That's fine as far as it goes, but now there is both a J and a J'. Actually there's nothing wrong with this—you can leave this situation in place, and even merge with it like this, with no real harm done. But you might want to make J' part of master first and then share it.
Again, there is more than one way to do this. I want to illustrate one particular way, though, because git rebase has some magic in it.
Let's say that we have done the feature2 rebasing so that we have this now. We'll drop the abandoned commits entirely, just like Git does when it eventually gets around to garbage-collecting them (note: you get at least 30 days by default before this happens, giving you about a month to change your mind):
J'-P'-Q' <-- feature2
/
...--E--F--G <-- master
\
I--J--K--L <-- feature1
Run Code Online (Sandbox Code Playgroud)
You can now fast-forward master to include J':
git checkout master
git merge --ff-only <hash-id-of-J'>
Run Code Online (Sandbox Code Playgroud)
This moves the labels, without changing the commit graph. To make it easy to draw in ASCII text, though, I'll move J' down one row:
P'-Q' <-- feature2
/
...--E--F--G--J' <-- master
\
I--J--K--L <-- feature1
Run Code Online (Sandbox Code Playgroud)
(We could also get here by explicitly git cherry-picking J into master originally, then rebasing feature2 without any fancy footwork.) So now we'd like to copy feature1's commits, adding them after J', and removing J.

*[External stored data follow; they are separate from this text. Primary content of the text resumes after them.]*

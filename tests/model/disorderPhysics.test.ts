// Disorder ensembles against outside results (issue 20).
//
// The SSH ladder: one molecule whose levels are joined by alternating tunnellings J1 < J2, weak links
// at both ends (Su, Schrieffer and Heeger, Phys. Rev. Lett. 42, 1698 (1979); Asbóth, Oroszlány and
// Pályi, A Short Course on Topological Insulators, Springer 2016, LNP vol. 919, ch. 1).
// Its two edge modes sit at +-eps with eps = J2 (1 - r^2) r^(N/2), r = J1/J2, for N levels: the
// hybridization of the two edge states, each of weight (1 - r^2) r^(2k) on the k-th level of its
// sublattice from its end (the normalized edge state of the semi-infinite chain, Asbóth et al. eq.
// 1.30 ff.; prefactor from memory, the exponential law is the book's). Chiral (sublattice) symmetry
// keeps the spectrum symmetric, E <-> -E, under any noise on the tunnellings alone; a detuning breaks
// it and shifts each edge mode at first order by its weighted detuning, so the pair near zero is the
// two-level problem [[E_L, eps], [eps, E_R]] (common practice: degenerate perturbation theory).
//
// Free molecules (V = 0) with one common tunnelling draw: E0 = L e0(J (1 + w g)), e0 the lowest
// eigenvalue of one ladder (ml-matrix's dense eigensolver), so the ensemble mean is L times the
// Gaussian average of e0, computed by Gauss-Hermite quadrature (nodes and weights by Golub and
// Welsch, Math. Comp. 23, 221 (1969), from the Jacobi matrix of the probabilists' Hermite
// polynomials, off-diagonal sqrt(k)), to within the sample's standard error.
import { describe, expect, it } from 'vitest';
import { EigenvalueDecomposition, Matrix } from 'ml-matrix';
import { solvePoint } from '../../src/point/solvePoint.js';
import { buildModel } from '../../src/model/model.js';
import { validateSpec } from '../../src/spec/spec.js';

const N = 16;
const M = N / 2;
const sshTunnelling = (J1: number, J2: number): number[] =>
  Array.from({ length: N - 1 }, (_, l) => (l % 2 === 0 ? J1 : J2));

function ladder(J1: number, J2: number, disorder?: Record<string, unknown>, realization = 0) {
  const spec = validateSpec({
    chain: { sites: 1 },
    levels: { count: N, tunnelling: sshTunnelling(J1, J2) },
    solve: { states: N, tolerance: 1e-12 },
    ...(disorder ? { disorder: { realizations: 100, seed: 2016, ...disorder, realization } } : {}),
  });
  const energies = solvePoint(spec).record.energies;
  const nearZero = [...energies].sort((a, b) => Math.abs(a) - Math.abs(b)).slice(0, 2);
  return { energies, nearZero: nearZero.sort((a, b) => a - b), model: buildModel(spec) };
}

const eps = (J1: number, J2: number) => J2 * (1 - (J1 / J2) ** 2) * (J1 / J2) ** M;

describe('SSH ladder (Su, Schrieffer and Heeger 1979; Asbóth, Oroszlány and Pályi 2016)', () => {
  it('clean: the edge splitting decays as exp(-(N/2) ln(J2/J1)), 2 eps = 2 J2 (1 - r^2) r^(N/2)', () => {
    const J2 = 1;
    const xs: number[] = [];
    const logs: number[] = [];
    for (const J1 of [0.2, 0.3, 0.4]) {
      const { nearZero } = ladder(J1, J2);
      const splitting = nearZero[1] - nearZero[0];
      expect(Math.abs(splitting / (2 * eps(J1, J2)) - 1)).toBeLessThan(1e-4);
      xs.push(Math.log(J2 / J1));
      logs.push(Math.log(splitting / (2 * J2 * (1 - (J1 / J2) ** 2))));
    }
    // ln of the splitting (without the prefactor) against ln(J2/J1): a line of slope -N/2 through 0.
    const slope = (logs[2] - logs[0]) / (xs[2] - xs[0]);
    expect(Math.abs(slope + M)).toBeLessThan(1e-3);
    expect(Math.abs(logs[1] + M * xs[1])).toBeLessThan(1e-3);
  });

  it('tunnelling noise alone, 100 realizations: the spectrum stays chiral and the edge modes at zero to the clean splitting', () => {
    const [J1, J2] = [0.3, 1];
    const clean = eps(J1, J2);
    for (let r = 0; r < 100; r++) {
      const { energies, nearZero } = ladder(J1, J2, { tunnelling: { relative: 0.1, correlation: 'per_link' } }, r);
      // Chiral symmetry: E_k = -E_{N-1-k}.
      for (let k = 0; k < N; k++) expect(Math.abs(energies[k] + energies[N - 1 - k])).toBeLessThan(1e-12);
      expect(nearZero[0]).toBeCloseTo(-nearZero[1], 12);
      // Exponentially small as the clean one: a product of 15 link ratios, each within ~10%.
      expect(nearZero[1]).toBeLessThan(30 * clean);
      // The bulk stays away: the gap of the clean chain is 2 (J2 - J1).
      const magnitudes = energies.map(Math.abs).sort((a, b) => a - b);
      expect(magnitudes[2]).toBeGreaterThan(0.8 * (J2 - J1));
    }
  });

  it('detuning noise, 100 realizations: each edge mode shifts linearly by its weighted detuning', () => {
    const [J1, J2] = [0.3, 1];
    const rr = J1 / J2;
    const t = eps(J1, J2);
    const w = 1e-3;
    let largest = 0;
    for (let r = 0; r < 100; r++) {
      const { nearZero, model } = ladder(J1, J2, { detuning: { absolute: w } }, r);
      const delta = model.disorder!.detuning![0];
      let left = 0;
      let right = 0;
      for (let k = 0; k < M; k++) {
        const weight = (1 - rr * rr) * rr ** (2 * k);
        left += weight * delta[2 * k];
        right += weight * delta[N - 1 - 2 * k];
      }
      const mid = (left + right) / 2;
      const half = Math.sqrt(((left - right) / 2) ** 2 + t * t);
      // First order in w; the second order is ~ w^2 / (J2 - J1).
      expect(Math.abs(nearZero[0] - (mid - half))).toBeLessThan(5 * w * w);
      expect(Math.abs(nearZero[1] - (mid + half))).toBeLessThan(5 * w * w);
      largest = Math.max(largest, Math.abs(nearZero[0]), Math.abs(nearZero[1]));
    }
    // The shifts are of the order of w, far beyond the clean splitting.
    expect(largest).toBeGreaterThan(10 * t);
  });
});

/** Gauss-Hermite nodes and weights for the standard normal (Golub-Welsch). */
function gaussHermite(n: number): { nodes: number[]; weights: number[] } {
  const J = Matrix.zeros(n, n);
  for (let k = 1; k < n; k++) {
    J.set(k - 1, k, Math.sqrt(k));
    J.set(k, k - 1, Math.sqrt(k));
  }
  const evd = new EigenvalueDecomposition(J, { assumeSymmetric: true });
  const V = evd.eigenvectorMatrix;
  const nodes = evd.realEigenvalues;
  const weights = nodes.map((_, k) => {
    const col = V.getColumn(k);
    const norm = col.reduce((s, x) => s + x * x, 0);
    return (col[0] * col[0]) / norm;
  });
  return { nodes, weights };
}

function ladderGround(tunnelling: number[], detuning: number[]): number {
  const n = detuning.length;
  const h = Matrix.zeros(n, n);
  detuning.forEach((d, k) => h.set(k, k, d));
  tunnelling.forEach((J, l) => {
    h.set(l + 1, l, -J);
    h.set(l, l + 1, -J);
  });
  return Math.min(...new EigenvalueDecomposition(h, { assumeSymmetric: true }).realEigenvalues);
}

describe('free molecules with a common tunnelling draw', () => {
  it('the ensemble mean of E0 is L times the Gaussian average of one ladder ground energy, within the standard error', () => {
    const L = 2;
    const J = [1, 0.7];
    const detuning = [0, 0.4, -0.3];
    const w = 0.2;
    const R = 200;
    const e0: number[] = [];
    for (let r = 0; r < R; r++) {
      const spec = validateSpec({
        chain: { sites: L },
        levels: { count: 3, tunnelling: J, detuning },
        solve: { states: 1 },
        disorder: {
          realizations: R,
          seed: 5,
          realization: r,
          tunnelling: { relative: w, correlation: 'common' },
        },
      });
      e0.push(solvePoint(spec).record.energies[0]);
    }
    const mean = e0.reduce((a, b) => a + b, 0) / R;
    const std = Math.sqrt(e0.reduce((a, b) => a + (b - mean) ** 2, 0) / (R - 1));
    const stderr = std / Math.sqrt(R);
    const { nodes, weights } = gaussHermite(40);
    expect(weights.reduce((a, b) => a + b, 0)).toBeCloseTo(1, 12);
    const exact =
      L *
      nodes.reduce(
        (s, g, k) =>
          s +
          weights[k] *
            ladderGround(
              J.map((x) => x * (1 + w * g)),
              detuning,
            ),
        0,
      );
    expect(stderr).toBeGreaterThan(0);
    expect(Math.abs(mean - exact)).toBeLessThan(4 * stderr);
  });
});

We could do this with another git rebase -i, which lets us explicitly delete the original commit J. But we don't have to. Well, we don't have to, most of the time. Instead, we just run:
git checkout feature1
git rebase master
Run Code Online (Sandbox Code Playgroud)
This tells Git that it should consider I-J-K-L as the candidates for the copy, and put the copies after J' (where master now points). But—here's the magic—git rebase looks closely at all6 of the commits that are on master that are not on feature1 (these are called the upstream commits, in at least a few bits of documentation). In this case, that's J' itself. For each such commit, Git diffs the commit against its parent (a la git cherry-pick) and turns the result into a patch ID. It does the same with each candidate commit. If one of the candidates (J) has the same patch ID as one of the upstream commits, Git eliminates the candidate from the list!

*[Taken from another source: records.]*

describe('review and sign-off', () => {
  it('moves Draft → In review → Returned → In review → Signed off, with the right roles, mail and a frozen revision', async () => {
    const designer = await signInAs('designer');
    const engineer = await signInAs('engineer');
    const estimator = await signInAs('estimator');
    const { job, panel } = await newPanel(designer);
    await send(designer, 'post', `/api/panels/${panel.id}/loads`, {
      answers: { tag: 'P-1', supply: 'ac3', hp: 10, volts: 460, environment: 'indoor-dusty' },
    }).expect(201);
    let p = (await designer.agent.get(`/api/panels/${panel.id}`)).body;

    await send(engineer, 'post', `/api/panels/${panel.id}/approve`, { version: p.version }).expect(409); // still a draft
    await send(estimator, 'post', `/api/panels/${panel.id}/submit`, { version: p.version }).expect(403);
    p = (await send(designer, 'post', `/api/panels/${panel.id}/submit`, { version: p.version, comment: 'Ready' }).expect(200)).body;
    expect(p.status).toBe('in_review');
    expect(await waitForMail(`Sign-off requested: ${job.number}`)).not.toBeNull();

    // motors are read-only in review
    const locked = await send(designer, 'post', `/api/panels/${panel.id}/loads`, {
      answers: { tag: 'P-2', supply: 'ac3', hp: 5, volts: 460 },
    }).expect(409);
    expect(locked.body.error.message).toMatch(/in review/);
    // a designer cannot approve or return
    await send(designer, 'post', `/api/panels/${panel.id}/approve`, { version: p.version }).expect(403);
    await send(designer, 'post', `/api/panels/${panel.id}/return`, { version: p.version, comment: 'x' }).expect(403);
    // returning needs a comment
    const noComment = await send(engineer, 'post', `/api/panels/${panel.id}/return`, { version: p.version, comment: '' }).expect(400);
    expect(noComment.body.error.details[0].path).toBe('body.comment');
    p = (
      await send(engineer, 'post', `/api/panels/${panel.id}/return`, {
        version: p.version,
        comment: 'Use a dual-element fuse on P-1',
      }).expect(200)
    ).body;
    expect(p.status).toBe('returned');
    expect(await waitForMail(`Returned: ${job.number}`)).not.toBeNull();

    const loadId = p.loads[0].id;
    const fixed = await send(designer, 'put', `/api/loads/${loadId}`, {
      version: p.loads[0].version,
      answers: { ...p.loads[0].answers, scpdType: 'dual-element-fuse' },
    }).expect(200);
    // Table 430.52 dual-element fuse 175 % of 14 A (Table 430.250, 10 hp 460 V) = 24.5 A -> next standard 25 A
    expect(fixed.body.selection.scpd).toMatchObject({ type: 'dual-element-fuse', ratingAmps: 25 });
    p = (await designer.agent.get(`/api/panels/${panel.id}`)).body;
    p = (await send(designer, 'post', `/api/panels/${panel.id}/submit`, { version: p.version }).expect(200)).body;
    // the panel's SCCR is below the 22 kA available (unmarked contactor and overload relay, 5 kA assumed,
    // UL 508A Table SB4.1 from memory): NEC 409.22 asks for an acknowledgement with a reason
    const refused = await send(engineer, 'post', `/api/panels/${panel.id}/approve`, { version: p.version, comment: 'OK' }).expect(400);
    expect(refused.body.error.message).toMatch(/^Panel SCCR [\d.]+ kA is below the 22 kA available at the site \(NEC 409\.22\)/);
    expect(refused.body.error.details.map((d: { path: string }) => d.path)).toEqual(['body.acknowledgeSccr', 'body.comment']);
    await send(engineer, 'post', `/api/panels/${panel.id}/approve`, { version: p.version, comment: 'OK', acknowledgeSccr: true }).expect(
      400,
    ); // no reason given
    p = (
      await send(engineer, 'post', `/api/panels/${panel.id}/approve`, {
        version: p.version,
        comment: 'Feeder fused Class J upstream, let-through checked',
        acknowledgeSccr: true,
      }).expect(200)
    ).body;
    expect(p.status).toBe('signed_off');
    expect(p.revisionNumber).toBe(0);
    expect(await waitForMail(`Signed off: ${job.number}`)).not.toBeNull();

    const r0 = (await estimator.agent.get(`/api/panels/${panel.id}/revisions/0`).expect(200)).body;
    expect(r0.snapshot.loads[0].selection.scpd.ratingAmps).toBe(25);
    expect(r0.snapshot.bom.length).toBeGreaterThan(3);
    expect(r0.snapshot.sccr).toMatchObject({
      availableFaultKa: 22,
      verdict: 'below-available',
      acknowledged: { reason: 'Feeder fused Class J upstream, let-through checked', finding: expect.stringContaining('NEC 409.22') },
    });

    // editing a signed-off panel opens a new draft; R0 stays as it was
    const again = (await designer.agent.get(`/api/panels/${panel.id}`)).body;
    await send(designer, 'post', `/api/panels/${panel.id}/loads`, { answers: { tag: 'P-2', supply: 'ac3', hp: 20, volts: 460 } }).expect(
      201,
    );
    // P-1 moves to a washdown area: NEMA 250 Type 4X instead of 12 (the enclosure rules)
    const p1 = (await designer.agent.get(`/api/panels/${panel.id}`)).body.loads.find((l: { tag: string }) => l.tag === 'P-1');
    await send(designer, 'put', `/api/loads/${p1.id}`, { answers: { ...p1.answers, environment: 'washdown' }, version: p1.version }).expect(
      200,
    );
    const draft = (await designer.agent.get(`/api/panels/${panel.id}`)).body;
    expect(draft.status).toBe('draft');
    expect(draft.version).toBeGreaterThan(again.version);
    const r0again = (await estimator.agent.get(`/api/panels/${panel.id}/revisions/0`).expect(200)).body;
    expect(r0again.snapshot).toEqual(r0.snapshot);

    // second sign-off and the change report R0 → R1 with the cost delta
    let d = (await send(designer, 'post', `/api/panels/${panel.id}/submit`, { version: draft.version }).expect(200)).body;
    d = (
      await send(engineer, 'post', `/api/panels/${panel.id}/approve`, {
        version: d.version,
        comment: 'Accepted: fault study pending',
        acknowledgeSccr: true,
      }).expect(200)
    ).body;
    expect(d.revisionNumber).toBe(1);
    const report = (await estimator.agent.get(`/api/panels/${panel.id}/change-report?from=0&to=1`).expect(200)).body;
    expect(report.motors.added).toEqual(['P-2']);
    expect(report.motors.changed).toEqual(['P-1']);
    expect(report.motors.decisions).toEqual([
      { tag: 'P-1', differences: [{ field: 'enclosure.nemaType', label: 'Enclosure type', from: '12', to: '4X' }] },
    ]);

    // the same report as a workbook for the change-order price: totals with their change, lines with formulas
    const x = await estimator.agent
      .get(`/api/panels/${panel.id}/change-report.xlsx?from=0&to=1`)
      .buffer(true)
      .parse((res, cb) => {
        const chunks: Buffer[] = [];
        res.on('data', (c: Buffer) => chunks.push(c));
        res.on('end', () => cb(null, Buffer.concat(chunks)));
      })
      .expect(200);
    expect(x.headers['content-disposition']).toContain(`${job.number}-MCC-F-R0-R1-changes.xlsx`);
    const cw = new ExcelJS.Workbook();
    await cw.xlsx.load(x.body as ArrayBuffer);
    expect(cw.worksheets.map((w) => w.name)).toEqual(['Summary', 'Lines', 'Decisions']);
    const sellRow = cw
      .getWorksheet('Summary')!
      .getRows(1, 12)!
      .find((r) => r.getCell(1).value === 'Sell price')!;
    expect(sellRow.getCell(2).value).toBe(report.totals.from.sell);
    expect(sellRow.getCell(3).value).toBe(report.totals.to.sell);
    expect(sellRow.getCell(4).value).toMatchObject({ formula: `C${sellRow.number}-B${sellRow.number}`, result: report.totals.sellDelta });
    const linesSheet = cw.getWorksheet('Lines')!;
    const lineCount = report.bom.added.length + report.bom.removed.length + report.bom.changed.length;
    expect(linesSheet.rowCount).toBe(lineCount + 2); // header, lines, total
    const total = linesSheet.getRow(lineCount + 2);
    expect(total.getCell(9).value).toMatchObject({ formula: `SUM(I2:I${lineCount + 1})`, result: report.bom.materialDelta });
    expect(cw.getWorksheet('Decisions')!.getRow(2).values).toEqual([undefined, 'P-1', 'Enclosure type', '12', '4X']);
    expect(report.bom.added.length).toBeGreaterThan(0);
    expect(report.totals.sellDelta).toBeGreaterThan(0);
    expect(await Revision.count({ where: { panelId: panel.id } })).toBe(2);
  });
});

Hence, as long as both J and J' have the same patch ID, Git automatically drops J, so that the final result is:
P'-Q' <-- feature2
/
...--E--F--G--J' <-- master
\
I'-K'-L' <-- feature1
Run Code Online (Sandbox Code Playgroud)
which is just what we wanted.
6All, that is, except merges. Rebase literally can't copy merges—a new merge has a different parent-set than the original, and cherry picking "undoes" a merge in the first place—so by default it skips them entirely. Merges don't get a patch ID assigned, and don't get plucked out of the set because they were never in the set. It's usually a bad idea to rebase a graph-fragment that contains a merge.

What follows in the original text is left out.